Error handling is very redundant

Callbacks suck
In Go, when my code ends, it ends and you can't re-execute within the statement. In Node this is undefined. You would think that a program is completely executed until a library accidentally calls a callback multiple times, or fails to clear handlers properly and causes the code to be executed again. It's quite difficult to find these reasons in actual production code, so why bother? Other languages ​​don't put you through this pain.

Node of the future

I still hope Node does well and many people invest heavily in it, it does have such potential. I think Joyent and the team need to focus on usability - performance is meaningless if your application is brittle and difficult to debug, refactor, and develop.

The fact that we will still have this vague error "Error: getaddrinfo EADDRINFO" in 4-5 years tells us where Node's development priorities are. Understandably, it's easy to miss these things when you focus on building the core of the system. I think users have voiced their opinions on this type of thing time and time again without seeing any results. We usually get a handful of responses to claims that what we have is already perfect. In practice, this is not the case.

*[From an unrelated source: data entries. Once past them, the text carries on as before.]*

/// A PNG whose header claims 100 000 × 100 000 pixels (a decompression bomb): refused
/// from the header alone, at once and in little memory.
#[test]
fn huge_header_is_refused_before_decoding() {
    let mut png = Vec::new();
    {
        let mut enc = png::Encoder::new(&mut png, 1, 1);
        enc.set_color(png::ColorType::Rgb);
        let mut w = enc.write_header().unwrap();
        w.write_image_data(&[1, 2, 3]).unwrap();
    }
    // Patch IHDR width and height (bytes 16..24) and its CRC (bytes 29..33).
    png[16..20].copy_from_slice(&100_000u32.to_be_bytes());
    png[20..24].copy_from_slice(&100_000u32.to_be_bytes());
    let crc = crc32(&png[12..29]);
    png[29..33].copy_from_slice(&crc.to_be_bytes());
    let (dir, p) = bad_file("bomb.png", &png);
    let out = dir.path().join("out");
    let t = std::time::Instant::now();
    assert_refused(
        &["reduce", p.to_str().unwrap(), "-o", out.to_str().unwrap()],
        &out,
        &["bomb.png", "over the limit"],
    );
    assert!(t.elapsed().as_secs() < 10);
    // A tight --max-pixels refuses an ordinary image; a generous one accepts it.
    let poster = fixture("demo/harbour-poster.png");
    assert_refused(
        &[
            "reduce",
            poster.to_str().unwrap(),
            "--max-pixels",
            "1000",
            "-o",
            out.to_str().unwrap(),
        ],
        &out,
        &["over the limit"],
    );
    reduce_ok(&[
        "reduce",
        poster.to_str().unwrap(),
        "-k",
        "2",
        "--max-pixels",
        "76800",
        "-o",
        out.to_str().unwrap(),
    ]);
}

Streams are interrupted, callbacks are not easy to use, errors are unclear, and tools are not easy to use. There are community regulations, but they are lacking compared to Go. Despite this, I may continue to use Node for some specific tasks, such as creating web pages, or some scattered APIs or prototypes. If Node can fix some of its fundamental problems, it has a chance of staying relevant, but the argument for performance over availability doesn't go very far when there's an alternative that is both higher performance and higher availability.

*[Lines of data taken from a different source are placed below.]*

#[test]
fn profile_exif_and_resolution_are_carried_into_the_reduced_image() {
    let dir = tempfile::tempdir().unwrap();
    let icc = std::fs::read(fixture("profiles/display-p3.icc")).unwrap();
    for (file, stem) in [("profiles/p3.png", "p3"), ("profiles/p3.jpg", "p3")] {
        let source_exif = exif_block(&std::fs::read(fixture(file)).unwrap()).unwrap();
        // Orientation 6 as written by the fixture script (TIFF 6.0 tag 274, EXIF 2.32).
        assert!(source_exif
            .windows(2)
            .any(|w| w == [0x01, 0x12] || w == [0x12, 0x01]));
        let out = dir.path().join(file.replace('/', "-"));
        let doc = reduce_fixture(file, &[], &out);
        assert_eq!(doc["colour_profile"]["input"], "icc");
        assert_eq!(doc["colour_profile"]["output"], "source");
        assert_eq!(
            doc["colour_profile"]["description"],
            "chromasift test Display P3"
        );
        let w = written(&out.join(format!("{stem}.reduced.png")));
        assert_eq!(w.icc.as_deref(), Some(&icc[..]), "{file}: profile");
        assert_eq!(w.exif.as_deref(), Some(&source_exif[..]), "{file}: EXIF");
        // 300 dpi = 11811 pixels per metre (PNG 1.2, pHYs; 1 inch = 0.0254 m).
        assert_eq!(w.ppm, Some((11811, 11811)), "{file}: resolution");

        // The palette written in the source's numbers reads back, through the profile, as
        // the document's CIELAB (within an 8-bit step of Display P3).
        use chromasift::colour::profile::{read_profile, ProfileUse};
        let ProfileUse::Convert(p) = read_profile(&icc) else {
            panic!()
        };
        let conv = p.to_linear();
        let plte = w.palette.unwrap();
        for (i, c) in doc["colors"].as_array().unwrap().iter().enumerate() {
            let rgb = [0, 1, 2].map(|k| plte[i * 3 + k] as f64 / 255.0);
            let lab = chromasift::colour::linear_to_lab(conv.linear(rgb));
            let want = [0, 1, 2].map(|k| c["lab"][k].as_f64().unwrap());
            let de = artwork::ciede2000(lab, want);
            assert!(de < 0.6, "{file} colour {i}: {lab:?} vs {want:?} ({de})");
        }

        // sRGB asked for: no profile, the sRGB palette itself; EXIF still kept.
        let out = dir.path().join(format!("{}-srgb", file.replace('/', "-")));
        let doc = reduce_fixture(file, &["--output-profile", "srgb"], &out);
        assert_eq!(doc["colour_profile"]["output"], "srgb");
        let w = written(&out.join(format!("{stem}.reduced.png")));
        assert!(w.icc.is_none() && w.exif.is_some());
        let plte = w.palette.unwrap();
        for (i, c) in doc["colors"].as_array().unwrap().iter().enumerate() {
            let hex = format!(
                "#{:02x}{:02x}{:02x}",
                plte[i * 3],
                plte[i * 3 + 1],
                plte[i * 3 + 2]
            );
            assert_eq!(c["hex"], hex.as_str());
        }

        // Dropped for privacy: no EXIF, profile or resolution.
        let out = dir.path().join(format!("{}-bare", file.replace('/', "-")));
        let doc = reduce_fixture(file, &["--strip-metadata"], &out);
        assert_eq!(doc["colour_profile"]["output"], "srgb");
        let w = written(&out.join(format!("{stem}.reduced.png")));
        assert!(w.icc.is_none() && w.exif.is_none() && w.ppm.is_none());
    }
    // An untagged image is read as sRGB and says so.
    let out = dir.path().join("plain");
    let doc = reduce_fixture("photos/coffee.png", &[], &out);
    assert_eq!(doc["colour_profile"]["input"], "untagged");
    assert!(written(&out.join("coffee.reduced.png")).icc.is_none());
}

/// The p-th percentile as numpy's `percentile(..., method="inverted_cdf")` defines it:
/// the smallest value with at least p of the values at or below it.
fn inverted_cdf(sorted: &[f64], p: f64) -> f64 {
    let k = (p * sorted.len() as f64).ceil() as usize;
    sorted[k.max(1) - 1]
}

#[test]
fn the_loss_map_holds_each_pixels_ciede2000_and_the_document_its_percentiles() {
    let dir = tempfile::tempdir().unwrap();
    for (k, dither) in [("4", "none"), ("6", "floyd-steinberg")] {
        let out = dir.path().join(dither);
        let f = fixture("photos/coffee.png");
        let o = run(
            &[
                "reduce",
                f.to_str().unwrap(),
                "-k",
                k,
                "--dither",
                dither,
                "--loss-map",
                "-o",
                out.to_str().unwrap(),
            ],
            &[],
        );
        assert_eq!(o.status.code(), Some(0), "{}", stderr(&o));
        let src = image::open(&f).unwrap().to_rgb8();
        let red = image::open(out.join("coffee.reduced.png"))
            .unwrap()
            .to_rgb8();
        // Independent per-pixel CIEDE2000 (tests/common/artwork.rs, after Sharma, Wu &
        // Dalal 2005), source pixel against the written pixel.
        let mut want: Vec<f64> = src
            .pixels()
            .zip(red.pixels())
            .map(|(a, b)| {
                artwork::ciede2000(artwork::srgb8_to_lab(a.0), artwork::srgb8_to_lab(b.0))
            })
            .collect();
        let mut t =
            tiff::decoder::Decoder::new(std::fs::File::open(out.join("coffee.loss.tif")).unwrap())
                .unwrap();
        assert_eq!(t.dimensions().unwrap(), src.dimensions());
        let tiff::decoder::DecodingResult::F32(map) = t.read_image().unwrap() else {
            panic!("float TIFF expected")
        };
        // Within 0.02: the two sRGB → CIELAB paths agree to about that (see
        // tests/colour_reference.rs), and the map is single precision.
        for (i, (&got, &w)) in map.iter().zip(&want).enumerate() {
            assert!(
                (got as f64 - w).abs() < 0.02,
                "{dither} pixel {i}: {got} vs {w}"
            );
        }
        want.sort_by(f64::total_cmp);
        let doc: serde_json::Value =
            serde_json::from_slice(&std::fs::read(out.join("coffee.palette.json")).unwrap())
                .unwrap();
        for (key, p) in [("p95_delta_e2000", 0.95), ("p99_delta_e2000", 0.99)] {
            let got = doc[key].as_f64().unwrap();
            let w = inverted_cdf(&want, p);
            assert!((got - w).abs() < 0.02, "{dither} {key}: {got} vs {w}");
        }
        // The picture: the image above a 48-pixel legend, at least 220 pixels wide.
        let pic = image::open(out.join("coffee.loss.png")).unwrap();
        assert_eq!(
            (pic.width(), pic.height()),
            (src.width().max(220), src.height() + 48)
        );
    }
}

If the Node community decides to embrace generators and implement them in a very core part of Node, and properly propagate errors, there is a chance that this can be referenced. This will drastically improve Node's availability and robustness.

The good news is that a while ago I spoke with the amazing and talented guys who contribute the core code to StrongLoop. They are taking a clear approach by listening to developer responses to the platform, and plan to find the right way to fix these issues to make Node easier to work with in the future. I'm not sure how the conflict over simultaneous development of core parts by multiple companies will end, but I hope the developer-driven side will win out.

This isn’t meant to be a personal attack, there are a lot of really talented people working with or on top of Node, but that’s not where I’m interested anymore. I've had a great time in the Node community and met some really interesting people.

The moral of the story is, don’t be limited by your own circle! See what's available elsewhere and you might enjoy programming again. There are so many great solutions out there, I made the mistake of waiting too long to play with them!